*** Opening Data section ***
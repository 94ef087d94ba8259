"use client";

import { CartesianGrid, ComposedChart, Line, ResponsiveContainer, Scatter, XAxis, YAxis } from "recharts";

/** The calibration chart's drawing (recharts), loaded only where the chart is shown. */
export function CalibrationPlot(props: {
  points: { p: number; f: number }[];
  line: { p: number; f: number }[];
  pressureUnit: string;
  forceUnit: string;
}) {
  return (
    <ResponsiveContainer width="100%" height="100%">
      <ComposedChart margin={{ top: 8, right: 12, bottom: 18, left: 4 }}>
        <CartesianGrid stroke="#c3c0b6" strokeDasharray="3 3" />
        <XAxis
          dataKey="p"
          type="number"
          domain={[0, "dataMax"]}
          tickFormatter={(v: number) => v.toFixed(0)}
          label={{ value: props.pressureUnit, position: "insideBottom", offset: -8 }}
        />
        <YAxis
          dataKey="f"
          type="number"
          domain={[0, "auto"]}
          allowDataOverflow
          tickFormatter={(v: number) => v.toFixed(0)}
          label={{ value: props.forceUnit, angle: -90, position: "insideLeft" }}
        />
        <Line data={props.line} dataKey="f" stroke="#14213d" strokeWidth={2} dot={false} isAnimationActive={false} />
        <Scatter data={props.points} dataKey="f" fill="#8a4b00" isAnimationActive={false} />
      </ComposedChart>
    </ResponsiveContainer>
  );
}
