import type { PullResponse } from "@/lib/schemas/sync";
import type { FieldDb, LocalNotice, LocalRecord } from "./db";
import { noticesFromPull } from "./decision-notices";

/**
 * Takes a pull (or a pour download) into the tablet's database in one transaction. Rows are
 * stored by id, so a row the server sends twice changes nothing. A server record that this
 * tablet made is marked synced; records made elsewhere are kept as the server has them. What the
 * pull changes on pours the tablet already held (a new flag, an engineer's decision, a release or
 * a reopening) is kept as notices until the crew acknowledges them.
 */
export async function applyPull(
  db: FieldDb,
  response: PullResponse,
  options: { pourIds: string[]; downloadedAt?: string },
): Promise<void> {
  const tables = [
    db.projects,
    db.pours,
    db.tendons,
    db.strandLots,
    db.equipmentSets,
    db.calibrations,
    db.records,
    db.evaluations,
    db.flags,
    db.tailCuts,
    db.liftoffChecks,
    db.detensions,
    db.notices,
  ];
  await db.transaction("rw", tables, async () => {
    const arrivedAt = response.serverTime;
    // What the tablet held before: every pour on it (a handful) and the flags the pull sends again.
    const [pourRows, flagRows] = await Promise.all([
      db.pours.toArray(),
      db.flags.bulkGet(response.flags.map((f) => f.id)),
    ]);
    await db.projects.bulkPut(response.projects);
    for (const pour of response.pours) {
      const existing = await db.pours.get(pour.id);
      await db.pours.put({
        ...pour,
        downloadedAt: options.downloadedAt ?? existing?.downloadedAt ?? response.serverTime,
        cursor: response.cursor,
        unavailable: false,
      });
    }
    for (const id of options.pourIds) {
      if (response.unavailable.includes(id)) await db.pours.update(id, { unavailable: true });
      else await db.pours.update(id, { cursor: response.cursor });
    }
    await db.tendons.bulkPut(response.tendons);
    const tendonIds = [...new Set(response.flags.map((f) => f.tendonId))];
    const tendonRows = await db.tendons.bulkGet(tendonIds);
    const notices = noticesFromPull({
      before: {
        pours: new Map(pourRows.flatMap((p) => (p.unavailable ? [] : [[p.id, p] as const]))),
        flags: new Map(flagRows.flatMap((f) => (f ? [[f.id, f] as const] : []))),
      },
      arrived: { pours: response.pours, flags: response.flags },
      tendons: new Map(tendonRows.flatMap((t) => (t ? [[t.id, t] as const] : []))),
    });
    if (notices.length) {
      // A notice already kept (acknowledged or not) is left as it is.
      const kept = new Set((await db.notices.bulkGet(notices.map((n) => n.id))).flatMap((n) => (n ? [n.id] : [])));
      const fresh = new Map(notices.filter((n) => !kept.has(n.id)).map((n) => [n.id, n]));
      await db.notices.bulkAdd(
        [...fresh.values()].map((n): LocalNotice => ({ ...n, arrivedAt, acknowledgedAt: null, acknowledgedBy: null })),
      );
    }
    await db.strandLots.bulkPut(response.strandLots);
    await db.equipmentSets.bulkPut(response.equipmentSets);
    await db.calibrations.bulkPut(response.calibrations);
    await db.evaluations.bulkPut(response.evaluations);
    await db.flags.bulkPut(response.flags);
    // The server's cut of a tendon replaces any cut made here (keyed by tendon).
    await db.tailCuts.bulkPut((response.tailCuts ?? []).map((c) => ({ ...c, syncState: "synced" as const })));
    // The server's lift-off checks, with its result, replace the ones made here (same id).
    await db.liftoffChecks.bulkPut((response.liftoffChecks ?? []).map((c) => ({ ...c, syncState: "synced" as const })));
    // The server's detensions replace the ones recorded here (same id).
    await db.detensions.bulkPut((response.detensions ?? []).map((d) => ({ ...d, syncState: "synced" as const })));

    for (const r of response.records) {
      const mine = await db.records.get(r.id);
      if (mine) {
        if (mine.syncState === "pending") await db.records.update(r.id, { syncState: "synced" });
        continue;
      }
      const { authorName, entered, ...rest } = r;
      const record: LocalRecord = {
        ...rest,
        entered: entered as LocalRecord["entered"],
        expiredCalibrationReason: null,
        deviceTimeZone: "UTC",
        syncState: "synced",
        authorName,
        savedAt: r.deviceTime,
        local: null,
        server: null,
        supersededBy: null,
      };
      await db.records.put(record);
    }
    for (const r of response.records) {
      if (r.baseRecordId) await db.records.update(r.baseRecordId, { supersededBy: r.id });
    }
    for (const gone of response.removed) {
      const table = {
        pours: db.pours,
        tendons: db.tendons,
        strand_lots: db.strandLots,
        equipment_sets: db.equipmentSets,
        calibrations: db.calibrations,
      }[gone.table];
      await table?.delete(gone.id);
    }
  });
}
*** Closing Data section ***
Exercise directions: Search the data above for the word "tables" and count the lines where it appears. Only the number should be given.

Result of the exercise: 2